What the task asks ::
Only the number is needed. Please count the lines below in which the word "figure" occurs.
(Entries shown Opens)
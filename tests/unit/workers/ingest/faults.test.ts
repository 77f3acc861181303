/** Bad files: each is refused with its reason, its place and a remedy, or taken with a finding that says what was wrong. */
import { gzipSync } from 'node:zlib';
import type { ChannelMap, HealthFinding } from '@/shared/contracts/recordings';
import { loadRecording } from '@/workers/recordings/load';
import {
  cleanLogs, csvText, decodeLogs, GNSS_HEADER, gnssRows, IMU_HEADER, imuRows, ready, testStore, type TestStore,
} from '../support'; // prettier-ignore

jest.setTimeout(60_000);

let at: TestStore;
beforeEach(() => {
  at = testStore();
});
afterEach(() => at.remove());

const CLEAN = cleanLogs();
const withImu = (imu: string | Uint8Array, channelMap?: ChannelMap) =>
  decodeLogs(at.store, { imu, gnss: CLEAN.gnss }, channelMap ? { channelMap } : {});
const withGnss = (gnss: string | Uint8Array) => decodeLogs(at.store, { imu: CLEAN.imu, gnss });
const edited = (edit: (row: (number | string)[], k: number) => (number | string)[]) =>
  csvText(IMU_HEADER, imuRows().map((row, k) => edit(row, k))); // prettier-ignore
const replaced = (row: (number | string)[], column: number, cell: number | string) =>
  row.map((old, c) => (c === column ? cell : old));

const bytes = Uint8Array.from({ length: 5000 }, (_, i) => (i * 37) % 256);
const noise = (length: number) => Uint8Array.from({ length }, (_, i) => (i * i * 31 + (i >> 3) * 7) & 0xff);
const bomb = gzipSync(Buffer.concat([Buffer.from(CLEAN.imu), Buffer.alloc(96 * 1024 * 1024, '# 0\n')]));
const wide = `time_s,${Array.from({ length: 5000 }, (_, i) => `c${i}`).join(',')}\n0\n1\n`;

const REFUSED: [string, string | Uint8Array, string, object][] = [
  ['nothing but blank lines', '\n\n  \n', 'empty', {}],
  ['nothing but comments', '# one\n# two\n', 'no-rows', {}],
  ['a binary file', bytes, 'binary', {}],
  ['a ZIP archive', Buffer.concat([Buffer.from('PK\x03\x04'), noise(4000)]), 'binary', { message: 'The IMU file is a ZIP archive or a spreadsheet, not text.' }],
  ['a gzip that was cut off', gzipSync(CLEAN.imu).subarray(0, 900), 'gzip-damaged', {}],
  ['a gzip of a binary', gzipSync(bytes), 'binary', {}],
  ['a gzip that grows without end', bomb, 'gzip-expands', {}],
  ['thousands of columns', wide, 'too-many-columns', { line: 1 }],
  ['a line without end', 'x'.repeat(2_000_000), 'line-too-long', { line: 1 }],
  ['a line without end further down', `${CLEAN.imu}${'1'.repeat(3_000_000)}`, 'line-too-long', { line: 302 }],
  ['more cells than columns', edited((row, k) => (k === 20 ? [...row, 7] : row)), 'too-many-cells', { line: 22 }],
  ['text in a number', edited((row, k) => (k === 250 ? replaced(row, 6, '9,81x') : row)).replace('9,81x', '9.81x'), 'not-a-number', { line: 252, column: 'accel_z_m_s2' }],
  ['a hexadecimal number', edited((row, k) => (k === 3 ? replaced(row, 2, '0x1F') : row)), 'not-a-number', { line: 5, column: 'gyro_y_rad_s' }],
  ['text in the time', edited((row, k) => (k === 30 ? replaced(row, 0, 'noon') : row)), 'not-a-time', { line: 32, column: 'time_s' }],
  ['time that runs backwards', edited((row, k) => (k === 30 ? replaced(row, 0, 0.1) : row)), 'time-backwards', { line: 32 }],
]; // prettier-ignore

test.each(REFUSED)('IMU: %s', async (_, imu, code, place) => {
  const result = await withImu(imu);

  expect(result).toMatchObject({ outcome: 'rejected', problems: [{ code, file: 'imu', ...place }] });
  if (result.outcome !== 'rejected') return;
  expect(result.problems[0]!.message.length).toBeGreaterThan(20);
  expect(result.problems[0]!.remedy.length).toBeGreaterThan(20);
  expect(await at.store.list('recordings/rec/imu')).toEqual([]);
});

test('lines are counted rightly past comments, blank lines and quoted line breaks', async () => {
  const rows = imuRows().map((row) => [...row, '"two\nlines"']);
  rows[10]![1] = 'broken';
  const imu = `# unit 7\n\n${csvText(`${IMU_HEADER},note`, rows).replace('\n0.03,', '\n# remark\n0.03,')}`;
  // Two lines before the header, the header, two a row for ten rows, one remark.
  expect(await withImu(imu)).toMatchObject({
    problems: [{ code: 'not-a-number', line: 3 + 2 * 10 + 1 + 1 }],
  });
});

const GNSS_REFUSED: [string, string, string, object][] = [
  ['a latitude beyond the pole', CLEAN.gnss.replace('47.210003', '97.210003'), 'position-absurd', { line: 5, column: 'lat_deg' }],
  ['a longitude beyond the full circle', CLEAN.gnss.replace('-14.629996', '-1462.9996'), 'position-absurd', { line: 4, column: 'lon_deg' }],
  ['no fix at all', csvText(GNSS_HEADER, gnssRows().map((r) => [r[0]!, 0, 0, 0, 0, 0, 0])), 'no-fix', {}],
  ['one fix', csvText(GNSS_HEADER, gnssRows(1)), 'no-rows', {}],
  ['another day', csvText(GNSS_HEADER, gnssRows().map((r) => [r[0]! + 86_400, ...r.slice(1)])), 'no-overlap', {}],
]; // prettier-ignore

test.each(GNSS_REFUSED)('GNSS: %s', async (_, gnss, code, place) => {
  expect(await withGnss(gnss)).toMatchObject({
    outcome: 'rejected',
    problems: [{ code, file: 'gnss', ...place }],
  });
});

test('a reference that belongs to another drive is refused', async () => {
  const reference = csvText('time_s,lat_deg,lon_deg', gnssRows().map((r) => [r[0]! + 900, r[1]!, r[2]!])); // prettier-ignore
  const result = await decodeLogs(at.store, { ...CLEAN, reference });
  expect(result).toMatchObject({
    outcome: 'rejected',
    problems: [{ code: 'no-overlap', file: 'reference' }],
  });
});

test('a channel map that names a column the file does not have asks again, and says which there are', async () => {
  const channelMap: ChannelMap = {
    imu: {
      time: { columns: ['clock'], base: 's', offsetS: 0, stamp: 'end' },
      gyro: { columns: ['gyro_x_rad_s', 'gyro_y_rad_s', 'gyro_z_rad_s'], unit: 'rad/s' },
      accel: {
        columns: ['accel_x_m_s2', 'accel_y_m_s2', 'accel_z_m_s2'],
        unit: 'm/s^2',
        sign: 'specific-force',
      },
      sampling: 'mean-rate',
    },
  };
  const result = await withImu(CLEAN.imu, channelMap);
  expect(result).toMatchObject({
    outcome: 'needs-mapping',
    problems: [{ code: 'column-unknown', column: 'clock' }],
  });
  if (result.outcome === 'needs-mapping') expect(result.problems[0]!.remedy).toContain('time_s');
});

test('units that contradict the sampling are refused', async () => {
  const channelMap: ChannelMap = {
    imu: {
      time: { columns: ['time_s'], base: 's', offsetS: 0, stamp: 'end' },
      gyro: { columns: ['gyro_x_rad_s', 'gyro_y_rad_s', 'gyro_z_rad_s'], unit: 'rad/s' },
      accel: {
        columns: ['accel_x_m_s2', 'accel_y_m_s2', 'accel_z_m_s2'],
        unit: 'm/s^2',
        sign: 'specific-force',
      },
      sampling: 'increment',
    },
  };
  expect(await withImu(CLEAN.imu, channelMap)).toMatchObject({ problems: [{ code: 'sampling' }] });
});

test.each([
  ['gyro columns of an unknown unit', IMU_HEADER.replaceAll('rad_s', 'furlongs'), ['gyro x', 'gyro y', 'gyro z']],
  ['a missing axis', IMU_HEADER.replace('accel_y_m_s2', 'temperature'), ['accelerometer y']],
  ['nothing known', 'a1,a2,a3,a4,a5,a6,a7', ['time', 'gyro x', 'gyro y', 'gyro z', 'accelerometer x', 'accelerometer y', 'accelerometer z']],
])('%s: asks for a mapping and names what is missing', async (_, header, missing) => {
  const result = await withImu(csvText(header, imuRows()));
  expect(result.outcome).toBe('needs-mapping');
  if (result.outcome === 'needs-mapping') expect(result.previews[0]!.missing).toEqual(missing);
}); // prettier-ignore

const findingOf = async (
  logs: { imu?: string; gnss?: string },
  code: string,
): Promise<HealthFinding | undefined> => {
  const { health } = ready(await decodeLogs(at.store, { ...CLEAN, ...logs }));
  return health.findings.find((finding) => finding.code === code);
};

test('a clean pair is usable without a word', async () => {
  const gnss = csvText(
    `${GNSS_HEADER},sigma_n_m,sigma_e_m,sigma_d_m`,
    gnssRows().map((row) => [...row, 1, 1, 2]),
  );
  expect(ready(await withGnss(gnss)).health).toMatchObject({ verdict: 'usable', findings: [] });
});

test('rows with empty or NaN cells drop out and are reported', async () => {
  const imu = edited((row, k) => (k === 5 ? replaced(row, 1, '') : k === 6 ? replaced(row, 4, 'NaN') : row));
  const finding = await findingOf({ imu }, 'incomplete-rows');
  expect(finding).toMatchObject({ severity: 'warn', figure: { value: 2, unit: 'rows' } });
  expect(finding?.sentence).toContain('first in line 7');
  expect((await loadRecording(at.store, 'rec')).columns.imu.timeS).toHaveLength(298);
});

test('a repeated stamp with other values drops out and is reported', async () => {
  const finding = await findingOf(
    { imu: edited((row, k) => (k === 9 ? replaced(row, 0, 0.08) : row)) },
    'repeated-stamps',
  );
  expect(finding).toMatchObject({ severity: 'warn', figure: { value: 1 } });
});

test('exact duplicates drop out and are reported', async () => {
  const rows = imuRows();
  const finding = await findingOf(
    { imu: csvText(IMU_HEADER, [...rows.slice(0, 9), rows[8]!, ...rows.slice(9)]) },
    'duplicates',
  );
  expect(finding).toMatchObject({ severity: 'info', figure: { value: 1 } });
});

test('a gap is found where it is', async () => {
  const imu = csvText(IMU_HEADER, imuRows().filter((_, k) => k < 100 || k >= 150)); // prettier-ignore
  const finding = await findingOf({ imu }, 'imu-gaps');
  expect(finding?.severity).toBe('warn');
  expect(finding?.intervalsS).toEqual([[0.99, 1.5]]);
  expect(finding?.figure?.value).toBeCloseTo(0.51, 9);
});

test('a flat top is found where it is', async () => {
  const imu = edited((row, k) => (k >= 120 && k < 130 ? replaced(row, 4, 39.2266) : row));
  expect((await findingOf({ imu }, 'clipped'))?.intervalsS).toEqual([[1.2, 1.29]]);
});

test.each([
  ['g read as m/s²', 1 / 9.80665, 'set its unit to g'],
  ['mg read as m/s²', 1000 / 9.80665, 'set its unit to mg'],
])('%s stops with the unit that fits', async (_, factor, remedy) => {
  const imu = edited((row) => row.map((cell, c) => (c >= 4 ? Number(cell) * factor : cell)));
  const { health } = ready(await withImu(imu));
  expect(health.verdict).toBe('not-usable');
  const finding = health.findings.find((one) => one.code === 'gravity-size');
  expect(finding?.severity).toBe('stop');
  expect(finding?.remedy).toContain(remedy);
});

test('an IMU mounted upside down, or on its side, is noticed', async () => {
  const upsideDown = edited((row) => [...row.slice(0, 5), -row[5]!, -row[6]!]);
  const onItsSide = edited((row) => [...row.slice(0, 4), row[6]!, row[5]!, -row[4]!]);
  expect(await findingOf({ imu: upsideDown }, 'upside-down')).toMatchObject({ severity: 'warn' });
  expect(await findingOf({ imu: onItsSide }, 'axes')).toMatchObject({ severity: 'warn' });
});

test('GNSS over a part of the time only is noticed', async () => {
  const finding = await findingOf({ gnss: csvText(GNSS_HEADER, gnssRows(5)) }, 'overlap');
  expect(finding?.figure?.value).toBeCloseTo((0.8 / 2.99) * 100, 6);
});

test('gaps and missing parts of GNSS are told', async () => {
  const imu = csvText(IMU_HEADER, imuRows(1200));
  const gnss = csvText('time_s,lat_deg,lon_deg', gnssRows(60).filter((_, k) => k < 20 || k > 40).map((r) => r.slice(0, 3))); // prettier-ignore
  const { health } = ready(await decodeLogs(at.store, { imu, gnss }));
  const codes = health.findings.map((finding) => finding.code);
  expect(codes).toEqual(expect.arrayContaining(['gnss-gaps', 'no-height', 'no-velocity', 'no-sigma']));
  expect(health.findings.find((one) => one.code === 'gnss-gaps')?.intervalsS).toEqual([[3.8, 8.2]]);
});

test('a second fix of one stamp drops out and is reported', async () => {
  const rows = gnssRows().flatMap((row, k) => (k % 3 === 0 ? [row, row] : [row]));
  expect(await findingOf({ gnss: csvText(GNSS_HEADER, rows) }, 'gnss-duplicates')).toMatchObject({
    severity: 'warn',
    figure: { value: 5, unit: 'rows' },
  });
});

test('what was taken for granted is told', async () => {
  const finding = await findingOf({ imu: csvText('t,wx,wy,wz,ax,ay,az', imuRows()) }, 'assumed');
  expect(finding?.sentence).toContain('taken as');
});
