import type { ReactNode } from 'react';
import { radius } from '@/constants/theme';
import { Button } from './Button';
import { ModalFrame } from './ModalFrame';
import { Text } from './Text';

export interface DialogProps {
  open: boolean;
  title: string;
  onClose: () => void;
  children?: ReactNode;
  /** Buttons; see ConfirmDialog for the usual pair. */
  footer?: ReactNode;
  width?: number;
}

/** A question or a short form in the middle of the screen. Mounted only while open. */
export function Dialog({ open, title, onClose, children, footer, width = 480 }: DialogProps) {
  if (!open) return null;
  return (
    <ModalFrame
      title={title}
      onClose={onClose}
      footer={footer}
      placement={{
        width: `min(${width}px, calc(100vw - 32px))`,
        maxHeight: 'calc(100dvh - 32px)',
        borderRadius: radius,
        margin: 'auto',
        display: 'flex',
      }}
    >
      {children}
    </ModalFrame>
  );
}

export interface ConfirmDialogProps {
  open: boolean;
  title: string;
  /** What happens, and what will be lost. */
  message: string;
  confirmLabel: string;
  danger?: boolean;
  busy?: boolean;
  /** Keeps the confirming button off, for instance until a name is typed. */
  blocked?: boolean;
  onConfirm: () => void;
  onClose: () => void;
  children?: ReactNode;
}

/** Asks before something that cannot be undone. */
export function ConfirmDialog(props: ConfirmDialogProps) {
  return (
    <Dialog
      open={props.open}
      title={props.title}
      onClose={props.onClose}
      footer={
        <>
          <Button label="Cancel" onPress={props.onClose} />
          <Button
            label={props.confirmLabel}
            kind={props.danger ? 'danger' : 'primary'}
            busy={props.busy}
            disabled={props.blocked}
            onPress={props.onConfirm}
          />
        </>
      }
    >
      <Text>{props.message}</Text>
      {props.children}
    </Dialog>
  );
}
(Entries shown Closes)
Response for this exercise ::
6